Anyone have any idea where I can buy parts for the 13.3" MacBook? 

I'm looking to get case/bezel/keyboard replacement parts, going to try to customize my MacBook a bit, inspired by the "Al Capone" MacBook:
http://www.flickr.com/photos/sreindl/278314766/


----------



## macuserforlife (Oct 30, 2004)

I doubt you'll have too much luck on the second hand market. There was a Macbook being sold for parts in the classifieds a couple of weeks ago but it has disappeared. 
Perhaps the seller will repost it if he sees this thread? (Or perhaps it's already sold).

Obviously the usual suspects would be eBay and other online parts vendors. I know of a few vendors who sell relatively cheap parts but most of them are in the US and none of them have second hand parts for a mac that new yet.

I ended up having to buy all new (and very expensive) parts to repair a 17" Macbook Pro recently.

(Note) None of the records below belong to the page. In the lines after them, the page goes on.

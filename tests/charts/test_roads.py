"""Post-Newtonian forms, turning point and pulsation against each other."""

import numpy as np
import pytest

import massdash as md
from massdash.charts import CHARTS, PRINTED, all_charts, roads_chart, roads_over_beta
from massdash.charts.chart import Line
from massdash.charts.roads import GUIDE, TURNING_POINTS, differences
from massdash.constants import M_SUN
from massdash.errors import ComputationError
from massdash.physics import relativistic
from massdash.physics.turning import turning_temperature

MASSES = np.array([1e3, 1e5, 1e7]) * M_SUN
MU = 0.59


@pytest.fixture(scope="module")
def outcome():
    return md.evaluate(md.Scenario(label="Lantern", mass="1.2e5 solMass", ignition_temperature="1.6e8 K"))


def lines(chart):
    return {line.key: line for line in chart.of(Line)}


@pytest.mark.parametrize(("mass", "ratio"), [(9.7467e4, 0.9745), (9.9142e5, 0.9918)])
def test_leading_order_against_independent_turning_points(mass, ratio):
    """T/T_PN of two onsets at mu 0.59, computed independently in high precision (project check values, 5b)."""
    roads = differences(MU)
    difference = np.exp(np.interp(np.log(mass), np.log(roads.masses), np.log(roads.leading)))
    assert 1.0 / (1.0 + difference) == pytest.approx(ratio, abs=5e-5)


@pytest.mark.parametrize("road", ["leading", "exact", "second"])
def test_post_newtonian_differences_fall_as_beta(road):
    roads = differences(MU)
    heavy = roads.masses > 1e6
    slope = np.polyfit(np.log(roads.masses[heavy]), np.log(getattr(roads, road)[heavy]), 1)[0]
    assert slope == pytest.approx(-0.5, abs=2e-3)


def test_the_limit_of_the_leading_order():
    """1.13 beta: project check values, 5b."""
    roads = differences(MU)
    assert roads.leading[-1] / roads.beta[-1] == pytest.approx(GUIDE, abs=5e-3)


def test_differences_depend_on_the_mass_times_mu_squared_alone():
    light, heavy = differences(MU), differences(2.0 * MU)
    both = np.interp(np.log(heavy.masses * 4.0), np.log(light.masses), np.log(light.leading / light.beta))
    inside = heavy.masses * 4.0 <= light.masses[-1]
    np.testing.assert_allclose(np.exp(both[inside]), (heavy.leading / heavy.beta)[inside], rtol=1e-4)


@pytest.mark.parametrize("mu", [0.5, 0.59, 4.0 / 3.0])
def test_the_mass_turns_where_the_pulsation_has_no_frequency(mu):
    marginal = relativistic.onset(MASSES, mu)
    found = turning_temperature(marginal, mu, 1.2 * marginal.temperature)
    np.testing.assert_allclose(found, marginal.temperature, rtol=1e-9)


def test_only_the_entropy_of_the_star_counts():
    marginal = relativistic.onset(MASSES, MU)
    other = relativistic.along_entropy(marginal, MU, 0.5 * marginal.temperature)
    found = [turning_temperature(star, MU, marginal.temperature) for star in (marginal, other)]
    np.testing.assert_allclose(*found, rtol=1e-9)


@pytest.mark.parametrize("factor", [0.4, 2.5])
def test_no_turning_point_is_found_where_none_is(factor):
    marginal = relativistic.onset(MASSES, MU)
    with pytest.raises(ComputationError, match="no single maximum near the guess"):
        turning_temperature(marginal, MU, factor * marginal.temperature)


def test_the_chart_shows_every_road(outcome):
    drawn = lines(roads_chart(outcome))
    assert set(drawn) == {"guide", "leading", "exact", "second", "turning"}
    assert all(np.all(line.y >= 0) for line in drawn.values())  # the turning point may agree to the last digit
    assert all(line.x[0] == pytest.approx(1e3) and line.x[-1] == pytest.approx(1e8) for line in drawn.values())
    assert len(drawn["turning"].x) == TURNING_POINTS
    assert np.max(drawn["turning"].y) < 1e-6 * np.min(drawn["second"].y)
    assert np.all(drawn["leading"].y > drawn["exact"].y)
    assert np.all(drawn["exact"].y > drawn["second"].y)


def test_the_chart_over_beta_is_the_other_divided_by_it(outcome):
    plain, scaled, guide = lines(roads_chart(outcome)), lines(roads_over_beta(outcome)), roads_chart(outcome)["guide"]
    for key, line in scaled.items():
        np.testing.assert_allclose(line.y * guide.y / GUIDE, plain[key].y, rtol=1e-12)
    chart = roads_over_beta(outcome)
    assert all(np.all((line.y > chart.y.limits[0]) & (line.y < chart.y.limits[1])) for line in scaled.values())


def test_the_composition_counts_and_what_holds_a_star_up_does_not():
    plain, helped, heavy = (
        lines(roads_chart(md.evaluate(md.Scenario(**fields))))["leading"].y
        for fields in ({}, {"spin": 1.0, "background_density": "1e-9 g / cm3"}, {"helium": 1.0})
    )
    assert np.array_equal(plain, helped)
    assert np.all(heavy < plain)


def test_pairs_are_marked_and_the_star_where_it_is_on_the_axis(outcome):
    chart = roads_chart(outcome)
    limit = relativistic.onset(chart["pairs"].high * M_SUN, outcome.number("mean_molecular_weight"))
    assert limit.temperature == pytest.approx(5e8, rel=1e-8)
    assert (chart["star"].at, chart["star"].label) == (1.2e5, "Lantern")
    light = roads_chart(md.evaluate(md.Scenario(mass="200 solMass")))
    assert "star" not in [mark.key for mark in light.marks]


def test_the_sentences_have_the_numbers(outcome):
    assert "from 0.26 at 1000 Msun to 8.2×10⁻⁴ at 10⁸ Msun" in roads_chart(outcome).alt
    assert "1.13 at leading order, 1.06 with exact" in roads_over_beta(outcome).alt


def test_roads_are_printed_and_not_live(outcome):
    assert tuple(PRINTED) == (*CHARTS, "roads", "roads_beta")
    assert [chart.key for chart in all_charts(outcome)] == list(PRINTED)


def test_the_work_is_done_once(outcome):
    assert roads_chart(outcome)["turning"].x is roads_chart(outcome)["turning"].x
    assert differences(MU) is differences(MU)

I got them from Gary at Digital Prototypes. 
I've recommended him in the past and I would definately do so again if you wanted to go the new parts route.

I'm currently working an a mac mini project and I'm always looking for macs to rebuild so I'll keep an eye out for your parts in my travels.

B.


----------



## monokitty (Jan 26, 2002)

Ask around the Apple dealers in your area for a price on the "Top Case Assembly" for the MacBook. The casing, bezel, and keyboard are all a single part on the MacBook.


----------



## gizmo321 (Oct 27, 2006)

Looks like a Sony now!  

But doesn't that kinda defeat the purpose of paying 200 more for a black macbook to pay more money for a white inside that'll evetually get dirrty...? 
Meh...I guess it looks cool though...

You might wanna check this out: 
http://www.colorwarepc.com/products/select_mb_black.aspx?configid=1227


----------